If you’ve ever gone to summer camp or sent your children to one, you may be familiar with the philosophy that a lack of letters home is actually a good thing – it means the camper is having too much fun to write. Consider this a humble excuse for the pause in blog posts since May. We’ve been so busy adventuring outside, clamoring for cookies and cozying up in our cabins that we just couldn’t find the time. But I promise we’re all—guests, staff, and the Camp dog, Pelle—making lots of new friends.
Spring came fast and hot this year. Hikers and porch-loungers alike were treated to warm temperatures, dryish days, and the annual rainbow of wildflowers: hues of pink, yellow, greenish or buttery or spotted white, purple, blue and forget-me-not, Alaska’s state flower, which are of a particular color that the English language is not at this time equipped to describe.
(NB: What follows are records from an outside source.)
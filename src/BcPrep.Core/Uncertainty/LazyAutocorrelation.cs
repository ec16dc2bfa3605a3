namespace BcPrep.Uncertainty;

/// <summary>
/// The biased sample autocorrelation ρ̂(k) = Σᵢ dᵢ dᵢ₊ₖ / Σᵢ dᵢ² (d = x − mean; the estimator of MathNet's
/// Correlation.Auto), computed only as far as it is read. The Sokal and Bartlett cut-offs stop after a few times the
/// correlation time, so the lags are computed in growing ranges: the first ones by direct sums
/// (<see cref="DirectLagSums"/>), then by sectioned correlation over blocks a little longer than the lags wanted
/// (<see cref="SectionedAutocorrelation"/>, about n·log L for L lags), and only when the lags wanted come near the
/// window's length by one FFT of the whole window (<see cref="FftAutocorrelation"/>). The lags live in the thread's
/// scratch, so one estimator at a time per thread: it is made and dropped within one window mean.
/// </summary>
internal sealed class LazyAutocorrelation
{
    /// <summary>
    /// Lags up to this many are summed directly. Measured on 1 M samples (LagRouteBenchmarks, a loaded 2-core machine):
    /// sections of L cost 0.3, 0.3, 1.5, 1.0 and 0.6 times the direct sums of 16, 32, 64, 128 and 256 lags, so the two
    /// cross near 128. The limit stays at 64 because every slow channel (a drift, most of a real day's slow ones) sums
    /// the direct lags before it is sent to the whole window: lags 64–127 directly would cost each of those about
    /// as much again, to save a little on the rare channel whose cut-off falls between 64 and 128.
    /// </summary>
    internal const int DirectLagLimit = 64;

    /// <summary>The first direct range: a sweep of up to 16 lags costs about what one of a single lag costs (memory-bound).</summary>
    private const int FirstDirectLags = 16;

    /// <summary>The shortest section: 1024 lags, so a hum of a few tens of samples averages out of the prediction after one pass.</summary>
    private const int MinimumSection = 1024;

    private readonly ReadOnlyMemory<double> _samples;
    private readonly double _sumOfSquares;
    private readonly double _mean;
    private double[] _rho;
    private int _known;

    /// <summary>
    /// Windows longer than this take their whole-window lags from two shorter transforms when that needs fewer
    /// points (<see cref="SplitsWholeWindow"/>); shorter ones keep the one transform of 2n, whose arrays are small.
    /// </summary>
    internal const int SplitFrom = 1 << 16;

    // The whole window's lags stay in the FFT's scratch (no array of the window's length): lag k is
    // (k even ? re[k/2] : im[k/2]) / re[0]. Null until that route is taken; it is the last route (all lags known).
    private double[]? _wholeRe;
    private double[]? _wholeIm;

    // A split whole window (SplitsWholeWindow): the lags from _farFrom on are FarLagSums' (lag k at
    // re[k − _farFrom]·_farScale / _zeroLag), computed into the same scratch when first read, and the near ones computed
    // again if read after them. _farFrom is the window's length when the whole window is one transform.
    private int _farFrom;
    private int _wholeSize;
    private int _farPoints;
    private double _farScale;
    private double _zeroLag;
    private bool _holdsFar;

    public LazyAutocorrelation(double[] samples, double mean)
        : this(samples, mean, SumOfSquares(samples, mean))
    {
    }

    /// <inheritdoc cref="LazyAutocorrelation(ReadOnlyMemory{double}, double, double)"/>
    public LazyAutocorrelation(double[] samples, double mean, double sumOfSquares)
        : this(samples.AsMemory(), mean, sumOfSquares)
    {
    }

    /// <param name="samples">The window.</param>
    /// <param name="mean">Its mean.</param>
    /// <param name="sumOfSquares">Σᵢ (xᵢ − mean)², summed in order (as <see cref="SumOfSquares"/> does), when the caller has it.</param>
    public LazyAutocorrelation(ReadOnlyMemory<double> samples, double mean, double sumOfSquares)
    {
        _samples = samples;
        _mean = mean;
        _sumOfSquares = sumOfSquares;
        // Scratch: the estimator is used and dropped within one window mean on one thread.
        _rho = ThreadScratch.Rent(ScratchSlots.Autocorrelation, Math.Min(samples.Length, DirectLagLimit));
        _rho[0] = 1.0;
        _known = 1;
    }

    public int Length => _samples.Length;

    /// <summary>How the lags were last extended (for tests and benchmarks).</summary>
    internal AutocorrelationRoute LastRoute { get; private set; } = AutocorrelationRoute.None;

    /// <summary>How many sectioned passes ran (for tests and benchmarks).</summary>
    internal int SectionPasses { get; private set; }

    public double this[int lag]
    {
        get
        {
            if ((uint)lag >= (uint)Length)
            {
                throw new ArgumentOutOfRangeException(nameof(lag), lag, $"Lag must lie within [0, {Length}).");
            }
            if (lag >= _known)
            {
                Extend(lag);
            }
            if (_wholeRe is null)
            {
                return _rho[lag];
            }
            if (lag >= _farFrom)
            {
                return FarLag(lag);
            }
            if (_holdsFar)
            {
                NearLags();
            }
            var re = _wholeRe;
            return ((lag & 1) == 0 ? re[lag >> 1] : _wholeIm![lag >> 1]) / re[0];
        }
    }

    private void Extend(int lag)
    {
        var n = Length;
        var directLimit = Math.Min(n, DirectLagLimit);
        if (_known < directLimit)
        {
            // The direct lags come first even when a far lag is read, so the prediction below has them to go by.
            var end = Math.Min(directLimit, Math.Max(lag + 1, Math.Max(2 * _known, FirstDirectLags)));
            Grow(end);
            DirectLagSums.Compute(_samples.Span, _mean, _known, end, _rho);
            Normalise(_known, end);
            _known = end;
            LastRoute = AutocorrelationRoute.Direct;
            if (lag < _known)
            {
                return;
            }
        }
        var target = Math.Min(n, Math.Max(lag + 1, 2 * _known));
        // A first section of at least MinimumSection lags costs little more than a shorter one (log L) and gives the
        // prediction long ranges to average over.
        var block = PowerOfTwoAtLeast(Math.Max(Math.Max(target, PredictedLags()), MinimumSection));
        // The whole window's transform has PowerOfTwoAtLeast(n) complex points; once the blocks reach half of it,
        // two or three section transforms cost what the whole window's two do.
        if (block >= PowerOfTwoAtLeast(n) / 2)
        {
            if (SplitsWholeWindow(n, out var size, out var farPoints))
            {
                _wholeSize = size;
                _farFrom = size - n + 1;
                _farPoints = farPoints;
                // The near transform leaves (size/2)·r(k), the far one M·r(k): both powers of two, so the ratio is exact.
                _farScale = (size / 2) / (double)farPoints;
                NearLags();
            }
            else
            {
                _farFrom = n;
                (_wholeRe, _wholeIm) = FftAutocorrelation.UnnormalisedLags(_samples.Span, _mean);
            }
            _known = n;
            LastRoute = AutocorrelationRoute.WholeWindow;
            return;
        }
        Grow(block);
        SectionedAutocorrelation.Compute(_samples.Span, _mean, block, _known, _rho);
        Normalise(_known, block);
        _known = block;
        LastRoute = AutocorrelationRoute.Sectioned;
        SectionPasses++;
    }

    /// <summary>
    /// Whether a whole window of <paramref name="n"/> samples takes its lags from two transforms: the lags below
    /// size − n + 1 from one of <paramref name="size"/> = the smallest power of two ≥ n real points (half the 2n of
    /// the single transform), the far ones from <see cref="FarLagSums"/> at <paramref name="farPoints"/> complex points.
    /// It does when the far transform needs no more than the near one's size/2 (n ≤ about 5/8 of size; a 20-minute
    /// window at 1 kHz, 1.2 M samples, needs two arrays of 2²⁰ values instead of 2²¹: 34 MB less per statistics
    /// thread); each lag is then computed once when read in order, as the cut-offs read them.
    /// </summary>
    internal static bool SplitsWholeWindow(int n, out int size, out int farPoints)
    {
        size = PowerOfTwoAtLeast(n);
        var farLags = n - (size - n + 1);
        farPoints = PowerOfTwoAtLeast(2 * Math.Max(farLags, 1));
        return n > SplitFrom && farLags >= 1 && farPoints <= size / 2;
    }

    /// <summary>Complex points in each of the two arrays the whole-window route of <paramref name="n"/> samples needs.</summary>
    internal static int WholeWindowPoints(int n) =>
        SplitsWholeWindow(n, out var size, out _) ? size / 2 : FftAutocorrelation.ComplexPoints(n);

    private void NearLags()
    {
        (_wholeRe, _wholeIm) = FftAutocorrelation.UnnormalisedLags(_samples.Span, _mean, _wholeSize);
        _zeroLag = _wholeRe[0];
        _holdsFar = false;
    }

    private double FarLag(int lag)
    {
        if (!_holdsFar)
        {
            var re = ThreadScratch.Rent(ScratchSlots.FftReal, _farPoints);
            var im = ThreadScratch.Rent(ScratchSlots.FftImaginary, _farPoints);
            FarLagSums.Compute(_samples.Span, _mean, _farFrom, re, im, _farPoints);
            (_wholeRe, _wholeIm) = (re, im);
            _holdsFar = true;
            FarPasses++;
        }
        return _wholeRe![lag - _farFrom] * _farScale / _zeroLag;
    }

    /// <summary>How many times the far lags of a split whole window were computed (for tests).</summary>
    internal int FarPasses { get; private set; }

    /// <summary>
    /// Lags the cut-off will probably read, from how ρ̂ decays between the means over two ranges of the known lags,
    /// [K/4, K/2) and [K/2, K) (means, so that a hum's oscillation averages out): with ρ̂ ≈ e^(−k/τ), the Sokal window
    /// (c = 5) stops near 5(1 + 2τ) and the Bartlett band sooner; 8(1 + 2τ) leaves room for the estimate's scatter (a
    /// longer section costs only log L more, a second pass n·log L), and a section that falls short is doubled. A
    /// correlation that has decayed (or oscillates about zero) gives 0: plain doubling. One that does not decay (a
    /// drift) asks for the whole window. Only the cost depends on this, never a value.
    /// </summary>
    private int PredictedLags()
    {
        var early = MeanRho(_known / 4, _known / 2);
        var late = MeanRho(_known / 2, _known);
        if (!(late > 0.05 && early > 0.05))
        {
            return 0;
        }
        if (late >= early)
        {
            return Length;
        }
        // The ranges' centres lie 3K/8 apart.
        var tau = (3.0 * _known / 8.0) / Math.Log(early / late);
        var lags = 8.0 * (1.0 + (2.0 * tau));
        return lags >= Length ? Length : (int)lags;
    }

    private double MeanRho(int from, int to)
    {
        var sum = 0.0;
        for (var k = from; k < to; k++)
        {
            sum += _rho[k];
        }
        return sum / (to - from);
    }

    private void Grow(int length)
    {
        if (_rho.Length >= length)
        {
            return;
        }
        var grown = ThreadScratch.Rent(ScratchSlots.Autocorrelation, length);
        if (!ReferenceEquals(grown, _rho))
        {
            Array.Copy(_rho, grown, _known);
        }
        _rho = grown;
    }

    private void Normalise(int from, int to)
    {
        for (var k = from; k < to; k++)
        {
            _rho[k] /= _sumOfSquares;
        }
    }

    /// <summary>Σᵢ (xᵢ − mean)², in order.</summary>
    internal static double SumOfSquares(ReadOnlySpan<double> samples, double mean)
    {
        var ss = 0.0;
        for (var i = 0; i < samples.Length; i++)
        {
            var d = samples[i] - mean;
            ss += d * d;
        }
        return ss;
    }

    private static int PowerOfTwoAtLeast(int value)
    {
        var p = 1;
        while (p < value)
        {
            p <<= 1;
        }
        return p;
    }
}

/// <summary>Which computation gave a <see cref="LazyAutocorrelation"/> its latest lags.</summary>
internal enum AutocorrelationRoute
{
    None,
    Direct,
    Sectioned,
    WholeWindow,
}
Warm spring weather turned into a record-smashing June across the state of Alaska and unusually high temperatures persisted into July. Day after blazing day, Camp Denali denizens cooled off in Nugget Pond and Moose Creek, grizzlies napped in the shade of willows, and mosquitos waited until evening to swarm (the biting flies, unfortunately, did not follow this same etiquette.) The tundra vegetation would have liked more rain, but made do with brief afternoon thunderstorms and the occasional orchestral burst of hail. Meanwhile, we humans enjoyed many cloudless evenings of stunning mountain views.
Despite the heat, the animals and plants carried on, and so did Camp Denali. Our operations crew continued work on the new cabin that was begun last fall, guides led eager guests on memorable hikes across the Park, our chefs sweated over hot grills, turning out salmon, grilled corn, naan, Alaskan pork chops and all manner of delicious sustenance, and the housekeeping staff kept the windows free of pollen and the floors clear of dust. After a particularly hot week in July, when the smoke from wildland fires burning across Alaska blocked out the sun, temperatures finally cooled and the rains returned in a friendly, every-other-day sort of way.
As we head into August, we are already picking the first blueberries of the season, and making jams out of little orange cloudberries, also called "bake-apple," "salmonberry," and "kkotl" in the local Koyukon Athabaskan language. These days we celebrate the wetness of our post-hike boots, because we know the tundra needs the water. The endless daylight of the solstice is finally fading, and we are beginning to experience a shadow of the dark to come, though only now in the middle of the night; soon enough, we will find ourselves shocked to need flashlights for evening outhouse visits. The mosquitos—knock on wood—are almost completely gone.
Now we head into the end of summer and beginning of fall. We have welcomed many guests as strangers, and parted as friends. We will welcome many more. The middle of the season is a special time: so much to look back on, so much to look forward to. So many blueberries already eaten, and so many more blueberries to eat.